Write out the data exactly from its first line onward, ending with the line in which "arterial return cannulae" appears.

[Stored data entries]
---+---

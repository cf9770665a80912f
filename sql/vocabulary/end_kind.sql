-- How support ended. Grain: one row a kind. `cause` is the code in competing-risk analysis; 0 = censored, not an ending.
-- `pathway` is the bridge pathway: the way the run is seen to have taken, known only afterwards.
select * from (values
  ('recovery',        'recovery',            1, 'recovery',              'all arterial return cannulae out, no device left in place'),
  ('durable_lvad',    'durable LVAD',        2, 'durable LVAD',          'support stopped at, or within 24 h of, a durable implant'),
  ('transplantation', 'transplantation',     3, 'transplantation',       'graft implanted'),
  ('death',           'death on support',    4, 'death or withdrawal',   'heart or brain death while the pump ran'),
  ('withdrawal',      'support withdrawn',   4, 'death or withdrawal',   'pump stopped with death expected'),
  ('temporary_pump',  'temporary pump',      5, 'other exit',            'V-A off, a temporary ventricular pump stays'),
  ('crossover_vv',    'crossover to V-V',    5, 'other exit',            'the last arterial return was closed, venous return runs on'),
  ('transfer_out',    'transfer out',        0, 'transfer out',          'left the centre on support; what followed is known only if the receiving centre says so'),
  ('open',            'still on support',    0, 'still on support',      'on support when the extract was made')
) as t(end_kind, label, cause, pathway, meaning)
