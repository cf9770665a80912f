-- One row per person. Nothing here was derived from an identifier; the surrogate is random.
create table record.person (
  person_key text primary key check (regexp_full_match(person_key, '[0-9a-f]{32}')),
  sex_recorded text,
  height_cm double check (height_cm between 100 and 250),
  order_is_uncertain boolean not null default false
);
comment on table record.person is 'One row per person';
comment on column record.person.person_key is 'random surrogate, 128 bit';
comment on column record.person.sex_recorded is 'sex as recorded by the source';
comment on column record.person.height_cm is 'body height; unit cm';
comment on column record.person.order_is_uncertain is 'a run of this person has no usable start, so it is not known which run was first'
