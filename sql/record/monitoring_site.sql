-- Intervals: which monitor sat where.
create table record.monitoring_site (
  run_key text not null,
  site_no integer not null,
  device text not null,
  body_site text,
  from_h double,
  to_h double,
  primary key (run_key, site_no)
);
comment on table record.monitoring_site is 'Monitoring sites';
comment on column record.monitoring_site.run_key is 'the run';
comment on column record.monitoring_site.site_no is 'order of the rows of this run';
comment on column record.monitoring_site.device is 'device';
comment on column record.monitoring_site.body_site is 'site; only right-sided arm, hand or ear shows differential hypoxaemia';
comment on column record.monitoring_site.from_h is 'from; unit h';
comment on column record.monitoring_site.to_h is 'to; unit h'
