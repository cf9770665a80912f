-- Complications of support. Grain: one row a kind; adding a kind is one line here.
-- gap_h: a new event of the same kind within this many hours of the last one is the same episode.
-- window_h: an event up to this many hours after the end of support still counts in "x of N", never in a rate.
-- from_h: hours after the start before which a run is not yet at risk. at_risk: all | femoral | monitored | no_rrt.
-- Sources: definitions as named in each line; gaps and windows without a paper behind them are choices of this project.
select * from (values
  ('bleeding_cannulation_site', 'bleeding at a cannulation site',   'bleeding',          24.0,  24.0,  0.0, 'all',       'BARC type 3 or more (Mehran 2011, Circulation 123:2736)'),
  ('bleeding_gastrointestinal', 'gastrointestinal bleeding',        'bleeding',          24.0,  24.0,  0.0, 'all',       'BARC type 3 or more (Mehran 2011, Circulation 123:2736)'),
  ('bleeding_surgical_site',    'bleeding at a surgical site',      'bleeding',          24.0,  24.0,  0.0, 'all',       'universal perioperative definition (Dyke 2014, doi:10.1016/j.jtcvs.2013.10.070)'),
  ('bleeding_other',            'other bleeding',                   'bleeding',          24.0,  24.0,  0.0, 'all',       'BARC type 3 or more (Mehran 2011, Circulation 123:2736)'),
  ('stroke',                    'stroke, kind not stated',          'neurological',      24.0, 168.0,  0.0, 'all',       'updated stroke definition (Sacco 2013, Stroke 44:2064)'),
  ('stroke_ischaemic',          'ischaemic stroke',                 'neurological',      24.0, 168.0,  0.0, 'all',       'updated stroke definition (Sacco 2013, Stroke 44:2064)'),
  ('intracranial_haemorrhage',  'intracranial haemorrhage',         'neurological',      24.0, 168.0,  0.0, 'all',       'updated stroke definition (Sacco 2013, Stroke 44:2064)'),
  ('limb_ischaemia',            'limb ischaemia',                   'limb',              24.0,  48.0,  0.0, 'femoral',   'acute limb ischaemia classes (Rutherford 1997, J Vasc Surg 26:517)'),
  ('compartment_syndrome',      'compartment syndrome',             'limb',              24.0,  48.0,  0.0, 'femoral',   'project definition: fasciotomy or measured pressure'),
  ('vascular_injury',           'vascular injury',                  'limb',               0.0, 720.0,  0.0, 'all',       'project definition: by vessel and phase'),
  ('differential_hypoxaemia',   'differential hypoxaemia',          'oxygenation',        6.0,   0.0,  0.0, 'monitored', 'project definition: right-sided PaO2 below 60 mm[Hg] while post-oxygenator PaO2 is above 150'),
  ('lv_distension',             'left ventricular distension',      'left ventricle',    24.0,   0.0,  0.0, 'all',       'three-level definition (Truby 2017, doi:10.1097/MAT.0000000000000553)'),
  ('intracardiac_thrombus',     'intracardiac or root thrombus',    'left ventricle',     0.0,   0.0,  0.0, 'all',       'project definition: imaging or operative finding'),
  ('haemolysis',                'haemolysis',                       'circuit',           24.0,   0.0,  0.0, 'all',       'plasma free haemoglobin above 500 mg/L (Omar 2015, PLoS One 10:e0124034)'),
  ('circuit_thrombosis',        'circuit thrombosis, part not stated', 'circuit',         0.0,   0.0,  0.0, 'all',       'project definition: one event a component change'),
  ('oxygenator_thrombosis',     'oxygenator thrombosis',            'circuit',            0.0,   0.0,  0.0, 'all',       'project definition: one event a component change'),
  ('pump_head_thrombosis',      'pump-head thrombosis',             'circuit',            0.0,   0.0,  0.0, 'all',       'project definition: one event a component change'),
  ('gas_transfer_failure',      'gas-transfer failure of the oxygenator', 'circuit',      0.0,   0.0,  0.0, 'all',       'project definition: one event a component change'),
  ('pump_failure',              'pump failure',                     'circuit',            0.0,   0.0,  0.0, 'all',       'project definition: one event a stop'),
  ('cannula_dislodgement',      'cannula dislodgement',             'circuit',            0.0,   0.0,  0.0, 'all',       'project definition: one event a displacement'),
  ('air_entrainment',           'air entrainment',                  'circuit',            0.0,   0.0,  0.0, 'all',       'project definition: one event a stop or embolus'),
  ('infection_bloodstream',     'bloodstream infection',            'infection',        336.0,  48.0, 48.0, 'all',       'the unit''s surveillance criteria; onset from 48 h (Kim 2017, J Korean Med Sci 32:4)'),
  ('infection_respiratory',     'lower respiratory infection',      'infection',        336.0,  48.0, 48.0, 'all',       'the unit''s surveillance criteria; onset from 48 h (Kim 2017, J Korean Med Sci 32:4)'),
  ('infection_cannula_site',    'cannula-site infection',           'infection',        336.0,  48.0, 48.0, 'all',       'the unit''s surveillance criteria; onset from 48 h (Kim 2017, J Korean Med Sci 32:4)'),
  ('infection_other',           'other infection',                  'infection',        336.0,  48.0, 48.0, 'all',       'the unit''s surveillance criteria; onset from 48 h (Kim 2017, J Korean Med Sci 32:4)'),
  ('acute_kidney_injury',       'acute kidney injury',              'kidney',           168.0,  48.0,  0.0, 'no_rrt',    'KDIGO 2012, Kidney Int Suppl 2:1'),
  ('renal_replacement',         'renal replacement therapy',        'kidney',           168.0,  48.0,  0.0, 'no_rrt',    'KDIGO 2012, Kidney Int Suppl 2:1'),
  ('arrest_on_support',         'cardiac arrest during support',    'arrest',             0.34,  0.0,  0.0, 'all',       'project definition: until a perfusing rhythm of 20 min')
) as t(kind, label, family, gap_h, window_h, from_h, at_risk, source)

---+---

RESULT FOR THIS TASK:
repository cf9770665a80912f
filename sql/vocabulary/end_kind.sql
-- How support ended. Grain: one row a kind. `cause` is the code in competing-risk analysis; 0 = censored, not an ending.
-- `pathway` is the bridge pathway: the way the run is seen to have taken, known only afterwards.
select * from (values
  ('recovery',        'recovery',            1, 'recovery',              'all arterial return cannulae out, no device left in place'),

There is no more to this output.